The key takeaway is that market cycles not only affect CPW but also determine when and where it is feasible to acquire wallet holders. While developed regions are highly efficient during bull markets, costs are high during market downturns. Emerging markets have ultra-low costs but come with extreme volatility. Southeast Asia, with its relative stability, may have the best long-term potential for brands looking to reduce risk across different market cycles.
CPW of Best and Worst Performing Marketing Campaigns
Market cycles are not the only factor at play. The best-performing marketing campaigns consistently maintain a low CPW, even during market downturns. In fact, the top 25% of campaigns have managed to keep the CPW at just $6–8 per wallet, even during bear markets, which is remarkable. Meanwhile, the worst-performing campaigns saw CPWs fluctuate between $4.68 and $44.79.
This performance gap can be attributed to product-market fit (PMF), community strength, market heat, incentives, and creative execution. Marketing campaigns that align closely with their audience, optimize promotional messages, and manage incentives well can maintain affordable CPWs regardless of market conditions.
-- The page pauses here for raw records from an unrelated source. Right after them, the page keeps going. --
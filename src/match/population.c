/* SPDX-License-Identifier: GPL-3.0-or-later */
/* What a population sees of pairs. Observers go in blocks: one product gives
 * the tristimulus values of a block of pairs for a block of observers, then the
 * differences are taken pair by pair. Those of some pairs and all observers
 * are kept until their percentile is known. The weights of the first blocks are
 * held from call to call, those of a very large population folded anew. */
#include <math.h>
#include <stdlib.h>
#include <string.h>

#include "base/base_private.h"

#include "match/match_private.h"

enum {
  OBSERVERS = 128,    /* in a block: their weights fit into a cache of 2 MB */
  PAIRS = 512,        /* in a block: tristimulus values in 3 MB a side */
  KEPT = 4 * 1000000, /* differences kept at a time: 32 MB */
  HELD = 64 << 20,    /* bytes of weights that stay from call to call */
  CHUNK = 4           /* pairs a thread takes: half a thousand differences */
};

enum { TARGET, MATCH };

ef_spread_settings ef_spread_settings_default(void) {
  return (ef_spread_settings){.metric = ef_metric_find("ciede2000", NULL),
                              .adaptation = EF_ADAPT_CAT16,
                              .threshold = (double)NAN};
}

/* A block of observers and how each normalises what it sees. */
typedef struct eyes {
  size_t first, count; /* 0: not opened yet */
  ef_weights *weights[2]; /* of both sides; one and the same when they agree */
  struct {
    double target[9];  /* XYZ of the target's side -> on the match's white */
    bool is_scale;     /* target[0] alone does it: both whites are one */
    double match;      /* factor of the match's side */
    ef_conditions conditions;
  } own[OBSERVERS];
} eyes;

/* Everything a call needs. */
struct ef_crowd {
  const ef_population *population;
  ef_spread_settings settings;
  ef_side side[2];
  bool sides_agree;  /* in grid and viewing: weights are shared */
  ef_deficiency deficiency;
  double field_matrix[9]; /* cones to X, Y, Z of everybody's field */
  size_t n_observers;
  double threshold;
  eyes *held; /* n_held of them, and one more for the blocks that are not */
  size_t n_held;
  bool is_noted; /* what lies outside the samples: the same for all */
  const ef_notes *notes;
  double *white[2]; /* samples of both whites */
  void *block;      /* of held and white */
  /* Of one call. */
  const double *sample[2];
  eyes *open;        /* the block of observers at hand */
  double *xyz[2];    /* PAIRS x 3 OBSERVERS */
  size_t first_pair; /* of the pairs kept, first in xyz */
  double *kept;      /* n_kept x n_observers */
  ef_spread *out;    /* of the first pair kept */
  ef_xyz *seen[2];   /* n x n_observers where colours are asked for, else NULL */
  size_t pair;       /* of n, that is the first in xyz */
};
typedef ef_crowd work;

/* ---- Checks ------------------------------------------------------------ */

static const char *const side_names[2] = {"target", "match"};

static ef_status check_finite(size_t n, const double *value, size_t row,
                              const char *what, ef_error *error) {
  for (size_t i = 0; i < n; ++i) {
    if (isfinite(value[i])) continue;
    return ef__error_set(error, EF_INVALID,
                         "sample %zu of %s %zu is not a finite number",
                         i % row + 1, what, i / row + 1);
  }
  return EF_OK;
}

static ef_status check_side(const ef_side *side, const char *name,
                            ef_error *error) {
  const ef_status status = ef_grid_check(&side->grid, error);
  if (status != EF_OK) return status;
  if (side->white == NULL && side->viewing.kind == EF_LIGHT) {
    return ef__error_set(error, EF_INVALID,
                         "the %s's side shows lights: the white they are "
                         "judged against is needed",
                         name);
  }
  const size_t count = side->grid.count;
  if (side->white == NULL) return EF_OK;
  return check_finite(count, side->white, count, "white", error);
}

static ef_status check_weights(const double *weight, size_t n,
                               ef_error *error) {
  enum { MOST = 1000 };       /* the percentile compares all with all */
  const double rounding = 0.001; /* of shares printed with some decimals */
  double sum = 0;
  if (weight == NULL) return EF_OK;
  if (n > MOST) {
    return ef__error_set(error, EF_INVALID,
                         "weights for %zu observers; at most %d have some", n,
                         MOST);
  }
  for (size_t i = 0; i < n; ++i) {
    if (!(weight[i] > 0)) {
      return ef__error_set(error, EF_INVALID,
                           "the weight of observer %zu is %g; it must be above "
                           "0",
                           i + 1, weight[i]);
    }
    sum += weight[i];
  }
  if (fabs(sum - 1) <= rounding) return EF_OK;
  return ef__error_set(error, EF_INVALID,
                       "the weights of the observers sum to %g; they must sum "
                       "to 1",
                       sum);
}

static bool agree(const ef_side *a, const ef_side *b) {
  const ef_viewing *const v = &a->viewing, *const u = &b->viewing;
  return ef_grid_equal(&a->grid, &b->grid) && v->kind == u->kind &&
         v->illuminant == u->illuminant && v->absolute == u->absolute &&
         v->interpolation == u->interpolation &&
         v->extension == u->extension &&
         v->correct_bandpass == u->correct_bandpass &&
         ef_grid_equal(&v->working, &u->working);
}

/* ---- A block of observers ---------------------------------------------- */

static void forget_eyes(eyes *block) {
  if (block->weights[MATCH] != block->weights[TARGET]) {
    ef_weights_free(block->weights[MATCH]);
  }
  ef_weights_free(block->weights[TARGET]);
  block->weights[TARGET] = block->weights[MATCH] = NULL;
}
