/* SPDX-License-Identifier: GPL-3.0-or-later */
/* 1000 observers x 1000 pairs at 1 nm: ef_population_spread beside a plain loop
 * that takes one observer after the other and one pair after the other. */
#include <math.h>
#include <stdio.h>
#include <stdlib.h>
#include <time.h>

#include <evenfield/match.h>

#include "gen.h"

enum { N_OBSERVERS = 1000, N_PAIRS = 1000, N_LOOP = 50, SAMPLES = 401 };

/* Time on the wall and on the processors, which other work does not disturb. */
typedef struct span {
  double wall_s, busy_s;
} span;

static double read_clock(clockid_t which) {
  struct timespec t;
  clock_gettime(which, &t);
  return (double)t.tv_sec + 1e-9 * (double)t.tv_nsec;
}

static span now(void) {
  return (span){read_clock(CLOCK_MONOTONIC),
                read_clock(CLOCK_PROCESS_CPUTIME_ID)};
}

static span since(span start) {
  const span end = now();
  return (span){end.wall_s - start.wall_s, end.busy_s - start.busy_s};
}

static void print_span(const char *what, span taken) {
  printf("  %-28s %7.3f s   %7.3f s\n", what, taken.wall_s, taken.busy_s);
}

static void give_up(const char *what, const ef_error *error) {
  fprintf(stderr, "%s: %s\n", what, error->message);
  exit(1);
}

static ef_xyz dot_3(const double *weights, const double *sample,
                    double factor) {
  double xyz[3];
  for (size_t c = 0; c < 3; ++c) {
    double sum = 0;
    for (size_t j = 0; j < SAMPLES; ++j) {
      sum += weights[c * SAMPLES + j] * sample[j];
    }
    xyz[c] = factor * sum;
  }
  return (ef_xyz){xyz[0], xyz[1], xyz[2]};
}

/* The work of one observer as one would write it down, one pair at a time. */
static double one_observer(const ef_population *population, size_t i,
                           const ef_side *target, const ef_side *match,
                           const ef_metric *metric) {
  ef_error error;
  const ef_cone_model model = ef_population_member(population, i);
  ef_observer *const observer = ef_observer_from_model(&model, &error);
  if (observer == NULL) give_up("observer", &error);
  ef_weights *const weights = ef_observer_weights(
      observer, EF_TRISTIMULUS, &target->grid, &target->viewing, NULL, &error);
  if (weights == NULL) give_up("weights", &error);
  const double *const matrix = ef_weights_matrix(weights);
  const ef_xyz white = dot_3(matrix, match->white, 1);
  const double factor = 100 / white.Y;
  const ef_conditions conditions = ef_conditions_default(
      (ef_xyz){factor * white.X, 100, factor * white.Z});
  double sum = 0;
  for (size_t p = 0; p < N_PAIRS; ++p) {
    double reference[3], sample[3];
    ef_metric_coordinates(
        metric, dot_3(matrix, target->sample + p * SAMPLES, factor),
        &conditions, reference);
    ef_metric_coordinates(
        metric, dot_3(matrix, match->sample + p * SAMPLES, factor),
        &conditions, sample);
    sum += ef_metric_difference(metric, reference, sample);
  }
  ef_weights_free(weights);
  ef_observer_free(observer);
  return sum;
}

/* Sums the differences of the first N_LOOP observers; returns their time scaled
 * up to all of them. */
static span time_loop(const ef_population *population, const ef_side *target,
                      const ef_side *match, const ef_metric *metric,
                      double *sum) {
  const double factor = (double)N_OBSERVERS / N_LOOP;
  const span start = now();
  *sum = 0;
  for (size_t i = 0; i < N_LOOP; ++i) {
    *sum += one_observer(population, i, target, match, metric);
  }
  const span taken = since(start);
  return (span){factor * taken.wall_s, factor * taken.busy_s};
}

int main(void) {
  gen g = gen_new(1);
  ef_error error;
  double *const sample = malloc(2 * N_PAIRS * SAMPLES * sizeof *sample);
  double *const difference =
      malloc((size_t)N_PAIRS * N_OBSERVERS * sizeof *difference);
  ef_spread *const spread = malloc(N_PAIRS * sizeof *spread);
  static double white[SAMPLES];
  for (size_t i = 0; i < 2 * N_PAIRS; ++i) {
    gen_smooth(&g, SAMPLES, sample + i * SAMPLES);
  }
  for (size_t j = 0; j < SAMPLES; ++j) white[j] = 1;
  const ef_side target = {
      .grid = {.count = SAMPLES, .start_nm = 380, .step_nm = 1},
      .sample = sample,
      .viewing = ef_viewing_default(NULL),
      .white = white};
  ef_side match = target;
  match.sample = sample + N_PAIRS * SAMPLES;
  ef_population_settings settings = ef_population_settings_default();
  settings.count = N_OBSERVERS;
  ef_population *const population = ef_population_new(&settings, &error);
  if (population == NULL) give_up("population", &error);
  const ef_spread_settings how = ef_spread_settings_default();
  const int jobs[3] = {1, 2, 0};
  span taken[3];
  for (size_t k = 0; k < 3; ++k) {
    const span start = now();
    if (ef_population_spread(population, N_PAIRS, &target, &match, &how,
                             jobs[k], spread, difference, NULL,
                             &error) != EF_OK) {
      give_up("spread", &error);
    }
    taken[k] = since(start);
  }
  double loop_sum, sum = 0;
  const span loop =
      time_loop(population, &target, &match, how.metric, &loop_sum);
  for (size_t i = 0; i < N_LOOP; ++i) {
    for (size_t p = 0; p < N_PAIRS; ++p) {
      sum += difference[p * N_OBSERVERS + i];
    }
  }
  printf("%d observers x %d pairs, %d samples at 1 nm, CIEDE2000\n",
         N_OBSERVERS, N_PAIRS, SAMPLES);
  printf("  %-28s %9s   %9s\n", "", "wall", "processor");
  print_span("one job", taken[0]);
  print_span("two jobs", taken[1]);
  print_span("all cores", taken[2]);
  print_span("plain loop, from 50 observers", loop);
  printf("  plain loop / one job, processor time: %.1f\n"
         "  plain loop / two jobs, wall:          %.1f\n",
         loop.busy_s / taken[0].busy_s, loop.wall_s / taken[1].wall_s);
  printf("  sum of the differences, relative to the loop's: %.2g\n",
         fabs(sum / loop_sum - 1));
  ef_population_free(population);
  free(spread);
  free(difference);
  free(sample);
  return fabs(sum / loop_sum - 1) < 1e-9 ? 0 : 1;
}
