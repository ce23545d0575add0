/* SPDX-License-Identifier: GPL-3.0-or-later */
/* 1000 observers x 1000 pairs at 1 nm: ef_population_spread beside a plain loop
 * that takes one observer after the other and one pair after the other. */
#include <math.h>
#include <stdio.h>
#include <stdlib.h>

#include <evenfield/match.h>

#include "bench.h"
#include "gen.h"

enum { N_OBSERVERS = 1000, N_PAIRS = 1000, N_LOOP = 50, SAMPLES = 401 };

static void give_up(const char *what, const ef_error *error) {
  fprintf(stderr, "%s: %s\n", what, error->message);
  exit(1);
}

static ef_xyz dot_3(const double *weights, const double *sample,
                    double factor) {
  double xyz[3];
  for (size_t c = 0; c < 3; ++c) {
    double sum = 0;
    for (size_t j = 0; j < SAMPLES; ++j) {
      sum += weights[c * SAMPLES + j] * sample[j];
    }
    xyz[c] = factor * sum;
  }
  return (ef_xyz){xyz[0], xyz[1], xyz[2]};
}

/* The work of one observer as one would write it down, one pair at a time. */
static double one_observer(const ef_population *population, size_t i,
                           const ef_side *target, const ef_side *match,
                           const ef_metric *metric) {
  ef_error error;
  const ef_cone_model model = ef_population_member(population, i);
  ef_observer *const observer = ef_observer_from_model(&model, &error);
  if (observer == NULL) give_up("observer", &error);
  ef_weights *const weights = ef_observer_weights(
      observer, EF_TRISTIMULUS, &target->grid, &target->viewing, NULL, &error);
  if (weights == NULL) give_up("weights", &error);
  const double *const matrix = ef_weights_matrix(weights);
  const ef_xyz white = dot_3(matrix, match->white, 1);
  const double factor = 100 / white.Y;
  const ef_conditions conditions = ef_conditions_default(
      (ef_xyz){factor * white.X, 100, factor * white.Z});
  double sum = 0;
  for (size_t p = 0; p < N_PAIRS; ++p) {
    double reference[3], sample[3];
    ef_metric_coordinates(
        metric, dot_3(matrix, target->sample + p * SAMPLES, factor),
        &conditions, reference);
    ef_metric_coordinates(
        metric, dot_3(matrix, match->sample + p * SAMPLES, factor),
        &conditions, sample);
    sum += ef_metric_difference(metric, reference, sample);
  }
  ef_weights_free(weights);
  ef_observer_free(observer);
  return sum;
}

typedef struct contest {
  const ef_population *population;
  const ef_side *target, *match;
  const ef_spread_settings *how;
  int jobs;
  ef_spread *spread;
  double *difference;
  double loop_sum;
} contest;

/* The first N_LOOP observers only. */
static void run_loop(void *context) {
  contest *const c = context;
  c->loop_sum = 0;
  for (size_t i = 0; i < N_LOOP; ++i) {
    c->loop_sum +=
        one_observer(c->population, i, c->target, c->match, c->how->metric);
  }
}

static void run_spread(void *context) {
  contest *const c = context;
  ef_error error;
  if (ef_population_spread(c->population, N_PAIRS, c->target, c->match, c->how,
                           c->jobs, c->spread, c->difference, NULL,
                           &error) != EF_OK) {
    give_up("spread", &error);
  }
}

int main(void) {
  gen g = gen_new(1);
  ef_error error;
  double *const sample = bench_allocate(2 * N_PAIRS * SAMPLES, sizeof *sample);
  double *const difference =
      bench_allocate((size_t)N_PAIRS * N_OBSERVERS, sizeof *difference);
  ef_spread *const spread = bench_allocate(N_PAIRS, sizeof *spread);
  static double white[SAMPLES];
  for (size_t i = 0; i < 2 * N_PAIRS; ++i) {
    gen_smooth(&g, SAMPLES, sample + i * SAMPLES);
  }
  for (size_t j = 0; j < SAMPLES; ++j) white[j] = 1;
  const ef_side target = {
      .grid = {.count = SAMPLES, .start_nm = 380, .step_nm = 1},
      .sample = sample,
      .viewing = ef_viewing_default(NULL),
      .white = white};
  ef_side match = target;
  match.sample = sample + N_PAIRS * SAMPLES;
  ef_population_settings settings = ef_population_settings_default();
  settings.count = N_OBSERVERS;
  ef_population *const population = ef_population_new(&settings, &error);
  if (population == NULL) give_up("population", &error);
  const ef_spread_settings how = ef_spread_settings_default();
  contest one = {population, &target, &match, &how, 1, spread, difference, 0};
  contest two = one;
  two.jobs = 2;
  bench_entry entry[] = {{"population_loop", run_loop, &one, false, 0},
                         {"population_one_thread", run_spread, &one, false, 0},
                         {"population_two_threads", run_spread, &two, true, 0}};
  bench_run(3, entry);
  entry[0].seconds *= (double)N_OBSERVERS / N_LOOP;
  bench_per_item(3, entry, (double)N_OBSERVERS * N_PAIRS);
  bench_row("1000 observers x 1000 pairs, 401 samples, CIEDE2000",
            "plain loop, one observer after the other", &entry[1], &entry[0],
            0);
  bench_row("the same, two threads, wall", "plain loop, one thread", &entry[2],
            &entry[0], 0);
  double sum = 0;
  for (size_t i = 0; i < N_LOOP; ++i) {
    for (size_t p = 0; p < N_PAIRS; ++p) {
      sum += difference[p * N_OBSERVERS + i];
    }
  }
  bench_value("population_error", fabs(sum / one.loop_sum - 1),
              "relative, of the sum of the differences");
  ef_population_free(population);
  free(spread);
  free(difference);
  free(sample);
  return fabs(sum / one.loop_sum - 1) < 1e-9 ? 0 : 1;
}
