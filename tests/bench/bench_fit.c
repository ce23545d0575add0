/* SPDX-License-Identifier: GPL-3.0-or-later */
/* Fits of a seven-level 2IFC experiment beside GSL's simplex
 * minimiser (nmsimplex2) on the same likelihood from the same start, and the
 * bootstrap of 10 000 such fits. */
#include <math.h>
#include <stdio.h>
#include <stdlib.h>

#include <gsl/gsl_multimin.h>

#include "bench.h"
#include "panel/panel_private.h"

enum { M = EF__PARAMETERS, LEVELS = 7, SETS = 2000, SAMPLES = 10000 };

static const double level[LEVELS] = {1, 1.7, 2.4, 3, 3.6, 4.3, 5};
static const size_t shown[LEVELS] = {40, 40, 40, 40, 40, 40, 40};

static void draw_set(uint64_t index, size_t positive[LEVELS]) {
  const ef_psychometric truth = {
      EF_SHAPE_GAUSSIAN, EF_AXIS_LINEAR, EF_TASK_2IFC, 3, 1, 0.5, 0.02};
  ef__random random = ef__random_stream(5, index);
  for (size_t i = 0; i < LEVELS; ++i) {
    positive[i] = (size_t)ef__draw_binomial(
        &random, (double)shown[i], ef_psychometric_value(&truth, level[i]));
  }
}

/* Slope as its logarithm and lapses through a logistic function, so that the
 * simplex needs no limits. */
static double simplex_value(const gsl_vector *x, void *context) {
  const ef__likelihood *const set = context;
  const double theta[M] = {gsl_vector_get(x, 0), exp(gsl_vector_get(x, 1)), 0.5,
                           set->high[EF__LAPSE] /
                               (1 + exp(-gsl_vector_get(x, 2)))};
  return ef__likelihood_evaluate(set, theta, NULL, NULL, NULL);
}

/* Half the deviance reached with simplex sizes below 1e-6. */
static double fit_by_simplex(ef__likelihood *set,
                             gsl_multimin_fminimizer *minimiser, gsl_vector *x,
                             gsl_vector *step) {
  gsl_multimin_function f = {simplex_value, 3, set};
  gsl_vector_set(x, 0, 0);
  gsl_vector_set(x, 1, 0.3);
  gsl_vector_set(x, 2, -1);
  gsl_vector_set_all(step, 0.5);
  gsl_multimin_fminimizer_set(minimiser, &f, x, step);
  for (int i = 0; i < 1000; ++i) {
    if (gsl_multimin_fminimizer_iterate(minimiser) != 0 ||
        gsl_multimin_fminimizer_size(minimiser) < 1e-6)
      break;
  }
  return minimiser->fval;
}

/* Every way fits all sets; `value` is half the deviance it reached. */
typedef enum effort { SIMPLEX, ONE_START, THREE_STARTS, SEVEN_STARTS } effort;

typedef struct contest {
  effort how;
  double value[SETS];
} contest;

static ef__data data[SETS];
static ef__likelihood likelihood[SETS];

static void prepare(size_t i) {
  size_t positive[LEVELS];
  draw_set(i, positive);
  void *block; /* kept to the end */
  const ef_responses responses = {LEVELS, level, shown, positive};
  const ef_fit_settings settings = ef_fit_settings_default(EF_TASK_2IFC);
  if (ef__data_new(&responses, settings.axis, &data[i], &block, NULL) !=
          EF_OK ||
      ef__likelihood_setup(&settings, &data[i], &likelihood[i], NULL) != EF_OK)
    exit(1);
}

/* Where the simplex begins, too. */
static const double origin[M] = {0, 1.35, 0.5, 0.016};

static void run_simplex(contest *c) {
  gsl_multimin_fminimizer *minimiser =
      gsl_multimin_fminimizer_alloc(gsl_multimin_fminimizer_nmsimplex2, 3);
  gsl_vector *x = gsl_vector_alloc(3), *step = gsl_vector_alloc(3);
  for (size_t i = 0; i < SETS; ++i)
    c->value[i] = fit_by_simplex(&likelihood[i], minimiser, x, step);
  gsl_multimin_fminimizer_free(minimiser);
  gsl_vector_free(x);
  gsl_vector_free(step);
}

static void run(void *context) {
  contest *const c = context;
  if (c->how == SIMPLEX) {
    run_simplex(c);
    return;
  }
  for (size_t i = 0; i < SETS; ++i) {
    const ef__objective objective = ef__likelihood_objective(&likelihood[i]);
    ef__minimum best;
    if (c->how == ONE_START)
      ef__minimise(&objective, origin, EF__TOLERANCE, &best);
    else if (c->how == THREE_STARTS)
      ef__maximise(&likelihood[i], origin, true, EF__TOLERANCE_QUICK, &best);
    else
      ef__maximise(&likelihood[i], NULL, false, EF__TOLERANCE, &best);
    c->value[i] = best.value;
  }
}

static void run_bootstrap(void *jobs) {
  size_t positive[LEVELS];
  draw_set(3, positive);
  const ef_responses responses = {LEVELS, level, shown, positive};
  const ef_fit_settings settings = ef_fit_settings_default(EF_TASK_2IFC);
  ef_interval_settings intervals = ef_interval_settings_default();
  intervals.method = EF_INTERVAL_BOOTSTRAP;
  intervals.n_samples = SAMPLES;
  intervals.jobs = *(const int *)jobs;
  ef_fit fit;
  ef_goodness goodness;
  if (ef_fit_responses(&responses, &settings, &fit, NULL) != EF_OK ||
      ef_fit_intervals(&responses, &settings, &intervals, &fit, &goodness,
                       NULL) != EF_OK)
    exit(1);
}

int main(void) {
  static contest contests[] = {
      {.how = SIMPLEX}, {.how = ONE_START}, {.how = THREE_STARTS},
      {.how = SEVEN_STARTS}};
  bench_entry entry[] = {{"fit_simplex", run, &contests[0], false, 0},
                         {"fit_one_start", run, &contests[1], false, 0},
                         {"fit_three_starts", run, &contests[2], false, 0},
                         {"fit_seven_starts", run, &contests[3], false, 0}};
  ef__gsl_ready();
  for (size_t i = 0; i < SETS; ++i) prepare(i);
  bench_run(4, entry);
  bench_per_item(4, entry, SETS);
  bench_value("fits_per_second", SETS / entry[2].seconds, "fits");
  bench_value("fits_per_second_simplex", SETS / entry[0].seconds, "fits");
  for (size_t k = 0; k < 4; ++k) {
    size_t reached = 0;
    for (size_t i = 0; i < SETS; ++i) {
      double best = contests[0].value[i];
      for (size_t j = 1; j < 4; ++j) best = fmin(best, contests[j].value[i]);
      reached += contests[k].value[i] - best <= 1e-4;
    }
    char name[64];
    snprintf(name, sizeof name, "%s_reach", entry[k].name);
    bench_value(name, (double)reached / SETS, "of the best likelihood known");
  }
  bench_row("psychometric fit, 7 levels, as in a bootstrap", "GSL simplex",
            &entry[2], &entry[0], 3);
  bench_row("psychometric fit, 7 levels, as for a user", "GSL simplex",
            &entry[3], &entry[0], 0);
  int one = 1, two = 2;
  bench_entry threads[] = {{"bootstrap_one_thread", run_bootstrap, &one, true, 0},
                           {"bootstrap_two_threads", run_bootstrap, &two, true,
                            0}};
  bench_run(2, threads);
  bench_per_item(2, threads, SAMPLES);
  bench_row("bootstrap of 10^4 fits, two threads, wall", "itself, one thread",
            &threads[1], &threads[0], 0);
  return 0;
}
For marketing campaigns struggling with high CPWs, moving to lower-cost regions is not the only solution. Optimizing audience targeting, promotional messages, incentives, and creative strategies can enhance efficiency, keeping CPW stable across any market.
CPW by Audience Segment
Decentralized finance (DeFi) / centralized finance (CeFi) marketing campaigns were the most cost-effective, with a median CPW of $2.79 and a lower quartile at just $0.10. L1/L2 projects followed closely, with a median CPW of $3.23, reflecting their higher adoption rates. Game and marketing campaigns had the highest costs, with a median CPW of $8.74 and a lower quartile of $3.40. This may be due to higher user churn, frequent speculation, and intense competition. If Web3 gaming is indeed “unstoppable,” we need to find a more powerful user acquisition engine to make it as sustainable as Web2 games.
Conclusion: Using CPW as a Framework for Web3 Growth
CPW is not solely determined by market cycles; it is also influenced by the execution effectiveness of marketing campaigns. The top 25% of marketing campaigns managed to keep CPW between $6–8 per wallet throughout the year, even during bear markets, while the worst-performing campaigns saw CPWs fluctuate drastically between $4.68 and $44.79. This proves that market conditions are not an excuse. Marketing teams that track data, optimize audience targeting, refine promotional messages and incentives, can outperform market cycles and maintain efficient costs, regardless of macro trends.
This also prompts a shift in strategy when launching products. Targeting large investors in the U.S. during a bear market is an extremely expensive gamble, with CPWs reaching unsustainable levels. In contrast, starting with more stable and cost-effective regions like Southeast Asia allows brands to optimize product-market fit before expanding to developed markets. Teams that do not adopt this strategy may deplete their budgets prematurely before proving market demand and optimizing conversion rates.
Finally, this data from advertising-driven marketing campaigns challenges the notion that Web3 advertising is “unworkable.” In fact, the results show that advertising-driven Web3 growth is a measurable and scalable framework, not a dead-end road.